Read the following text carefully and answer the questions that follow:
Many chemical and biological processes depend on osmosis, the selective passage of solvent molecules through the porous membrane from a dilute solution to a more concentrated one. The osmotic pressure $\pi$ depends on molar concentration of the solution ($\pi$ = CRT). If two solutions are of equal solute concentration and, hence, have the same osmotic pressure, they are said to be isotonic. If two solutions are of unequal osmotic pressures, the more concentrated solution is said to be hypertonic and the more diluted solution is described as hypotonic. Osmosis is the major mechanism, for transporting water upward in the plants. Transpiration is the leaves supports the transport mechanism of water. The osmotic pressure of seawater is about 30 atm; this is the pressure that must be applied to the seawater (separated from pure water using a semi-permeable membrane) to get drinking water.
i. What will happen if a plant cell kept in a hypertonic solution?
ii. Blood cells are isotonic with 0.9% sodium chloride solution. What happens if we place blood cells in a solution containing in 1.2% sodium chloride solution?

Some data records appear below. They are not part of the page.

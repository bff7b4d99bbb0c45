"""Rules on single readings: where each begins to fire, and the value that it reports."""

import numpy as np
import pytest
from numpy.testing import assert_allclose
from numpy.typing import NDArray

from coldwork.rules import reading as rules
from coldwork.rules.rule import Fired

NAN = np.nan
KGF_PER_MM2 = 9.80665e6  # Pa


def floats(*x: float) -> NDArray[np.float64]:
    return np.array(x)


def check(found: Fired, fired: list[bool], value: list[float] | None = None) -> None:
    assert found[0].dtype == np.bool_
    assert found[0].tolist() == fired
    if value is not None:
        assert_allclose(found[1], value, rtol=1e-12)


def test_diagonals_that_differ_by_more_than_five_per_cent() -> None:
    # ISO 6507-1 (from memory): more than 5 %. 100 and 106 um differ by 6 um in 103.
    found = rules.unequal_diagonals(
        floats(100e-6, 106e-6, 100e-6, 100e-6, NAN), floats(106e-6, 100e-6, 105e-6, 100e-6, 1e-4)
    )
    check(found, [True, True, False, False, False], [6 / 103, 6 / 103, 5 / 102.5, 0.0, NAN])


def test_diagonals_under_20_um() -> None:
    # ISO 6507-1:2018, scope (from memory): diagonals from 0.020 mm.
    found = rules.too_small(floats(19.9e-6, 20.0e-6, 20.1e-6, NAN))
    check(found, [True, False, False, False], [19.9, 20.0, 20.1, NAN])


def test_a_diagonal_of_20_um_read_from_a_cell_is_not_small() -> None:
    check(rules.too_small(floats(*(np.array([20.0]) / 1e6))), [False])


def test_a_force_held_from_10_to_15_s() -> None:
    # ISO 6507-1, older editions: 10 to 15 s; 2018: 14 s + 1 s - 4 s, the same ends.
    found = rules.dwell_outside(floats(9.9, 10.0, 14.0, 15.0, 15.1, NAN))
    check(found, [True, False, False, False, True, False])


def test_a_temperature_from_10_to_35_degrees() -> None:
    # ISO 6507-1: 10 to 35 degrees Celsius.
    kelvin = floats(9.9, 10.0, 23.0, 35.0, 35.1, NAN) + 273.15
    found = rules.temperature_outside(kelvin)
    check(found, [True, False, False, False, True, False], [9.9, 10.0, 23.0, 35.0, 35.1, NAN])


@pytest.mark.parametrize(
    ("given", "diagonals", "fired"),
    [
        (185.0, 185.45, False),  # three figures
        (185.4, 185.45, False),
        (184.0, 185.45, True),  # 0.8 % off
        (51.0, 51.49, False),  # a whole number: half a unit is 1 %
        (51.0, 51.51, True),
        (51.2, 51.49, True),  # one decimal: 0.5 % of 51.49 is 0.257
        (51.3, 51.49, False),
        (653.0, 653.6, False),  # as tables cut it off (ISO 6506-1, HBW of 2.40 mm)
        (NAN, 100.0, False),
        (100.0, NAN, False),
        (1.0, 1.4, False),
    ],
)
def test_a_written_hardness_may_differ_by_its_rounding(
    given: float, diagonals: float, fired: bool
) -> None:
    found = rules.hardness_contradicts(floats(given * KGF_PER_MM2), floats(diagonals * KGF_PER_MM2))
    check(found, [fired], [given / diagonals - 1.0])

iii. What happens when the external pressure applied becomes more than the osmotic pressure of solution?

Answer

i. A plant cell gets shrink when it is kept in a hypertonic solution.
ii. 1.2% sodium chloride solution is hypertonic with respect to 0.9% sodium chloride solution or blood cells. When blood cells are placed in this solution, water flows out of the cells and they shrink due to loss of water by osmosis.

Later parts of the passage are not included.